Green Book
Thoughtfulness and ingenuity helped to keep black travelers. Not having the right to dine at any restaurant because of skin color relegated black travelers to packing lunch to ensure they could eat while on the road. Similarly, constantly being turned away from hotels meant black travelers had to find other accommodations for sleeping – often in their cars.
The Negro Motorist Green Book, later known as the Negro Travelers’ Green Book (Green Book for short) eliminated these inconveniences by listing businesses and organizations across the country (and eventually Bermuda, Mexico, and Canada) that were willing to welcome blacks into their establishments. This was incredibly valuable at the time because travel was dangerous for black families.
Jim Crow and other racially discriminatory policies restricted safe access to travel for many black families. The Green Book enjoyed a nearly three-decade run, remained in print from 1936 till the passage of the Civil Rights Act in 1964.
Click here to see the 1949 Green Book in its entirety.
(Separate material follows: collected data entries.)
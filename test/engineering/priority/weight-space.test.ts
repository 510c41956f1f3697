import { describe, expect, it } from 'vitest';
import { assumedWith } from '../../../src/engineering/assess/assumed.js';
import { assess, isRanked } from '../../../src/engineering/assess/assess.js';
import { compileContext } from '../../../src/engineering/assess/context.js';
import { philox } from '../../../src/engineering/numeric/philox.js';
import { acceptability } from '../../../src/engineering/priority/weight-space.js';
import type { WeighedTerms, WeightRanges } from '../../../src/engineering/priority/weight-space.js';
import { inventedPortfolio } from '../../support/engineering-portfolio.js';
import { random } from '../../support/engineering-random.js';
import { SETTINGS } from '../../support/engineering-settings.js';

const one = { people: 1, importance: 1 };
const fixed = { slope: [1, 1], people: [1, 1], importance: [1, 1] } as const;

const shares = (terms: WeighedTerms, ranges: WeightRanges, places: number, draws: number, seed: number): Float64Array =>
  acceptability(terms, one, ranges, places, draws, seed);

describe('acceptability', () => {
  it('is the list itself where no weight is open', () => {
    const lnPriority = Float64Array.of(3, 1, 2, 5, 4);
    const people = Float64Array.of(3, 7, 1, 3, 20);
    const terms = { lnPriority, people, importance: new Float64Array(5) };
    const share = shares(terms, fixed, 2, 50, 1);
    expect(Array.from(share, (value) => Math.round(value * 1e9) / 1e9)).toEqual([0, 0, 0, 1, 1]);
  });

  it('finds the share of the range on either side of where two orders cross', () => {
    // of the first ln of demand over capacity is 1 and people count nothing; of the second it is 0 and ln of people 4: the second leads from
    // an exponent of 1/4 on
    const terms = {
      lnPriority: Float64Array.of(1, 4),
      people: Float64Array.of(1, Math.exp(4)),
      importance: Float64Array.of(0, 1),
    };
    const share = shares(terms, { ...fixed, people: [0, 1] }, 1, 4_000, 7);
    // three standard errors of a chance of 1/4 in 4,000 draws
    expect(Math.abs(share[0]! - 0.25)).toBeLessThan(0.021);
    expect(share[0]! + share[1]!).toBeCloseTo(1, 9);
    // a slope twice as steep doubles what stands against the people
    const steep = shares(terms, { ...fixed, slope: [2, 2], people: [0, 1] }, 1, 4_000, 7);
    expect(Math.abs(steep[0]! - 0.5)).toBeLessThan(0.024);
  });

  it('is what sorting all by every weighting gives: nobody is left out who could be on the list', () => {
    const source = random(31);
    const n = 2_000;
    const terms = {
      lnPriority: Float64Array.from({ length: n }, () => 3 * source.normal()),
      people: Float64Array.from({ length: n }, () => Math.exp(1.5 * source.normal())),
      importance: Float64Array.from({ length: n }, (_, i) => (i % 9 === 0 ? 1.5 : 0)),
    };
    const ranges = { slope: [0.6, 1.6], people: [0, 1], importance: [0, 2] } as const;
    const draws = 300;
    const words = new Uint32Array(4);
    for (const places of [1, 40, 1_990]) {
      const plain = new Float64Array(n);
      for (let draw = 0; draw < draws; draw += 1) {
        philox(draw, 0, 0, 0, 5, 0x3e19a7, words);
        const [k, p, q] = Array.from(words, (word) => (word + 0.5) / 4294967296);
        const score = terms.lnPriority.map((value, i) => {
          const lnPeople = Math.log(terms.people[i]!);
          const lnImportance = terms.importance[i]! > 0 ? Math.log(1.5) : 0;
          return (0.6 + k!) * (value - lnPeople - lnImportance) + p! * lnPeople + 2 * q! * lnImportance;
        });
        const edge = score.slice().sort()[n - places]!;
        score.forEach((value, i) => (plain[i]! += value >= edge ? 1 / draws : 0));
      }
      const found = shares(terms, ranges, places, draws, 5);
      const off = found.map((value, i) => Math.abs(value - plain[i]!));
      expect(off.reduce((a, b) => Math.max(a, b), 0)).toBeLessThan(1e-9);
    }
  });

  it('moves priorities as assessing again by other exponents does', () => {
    const context = compileContext(SETTINGS);
    const again = compileContext({
      ...SETTINGS,
      assumed: { ...assumedWith(undefined), peopleWeight: 0.4, importanceWeight: 1.7 },
    });
    let seen = 0;
    for (const building of inventedPortfolio(100, random(9))) {
      const before = assess(building, context);
      const after = assess(building, again);
      if (!isRanked(before) || !isRanked(after)) continue;
      seen += 1;
      const importance = building.importance_factor > 0 ? building.importance_factor : 1;
      const moved = before.lnPriority - 0.6 * Math.log(before.people_exposed) + 0.7 * Math.log(importance);
      // the median of a mixture is not that of its parts: their spread has changed
      expect(Math.abs(after.lnPriority - moved)).toBeLessThan(0.12);
    }
    expect(seen).toBeGreaterThan(90);
  });
});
Sadly, the guide was as popular as it was necessary. It sold 15,000 copies per edition. Later editions of the Green Book printed an introduction with the following optimistic message written by the Green Book creator and publisher, Mr. Victor Hugo Green:
There will be a day sometime in the near future when this guide will not have to be published. That is when we as a race will have equal opportunities and privileges in the United States. It will be a great day for us to suspend this publication for then we can go wherever we please, and without embarrassment.” – Victor Green
Victor Green created the Green Book as a means of making his frequent trip from Harlem, New York to Richmond, Virginia, less embarrassing. The fist edition only accounted for metro New York, but very soon it morphed into a secret map of black safety throughout the United States.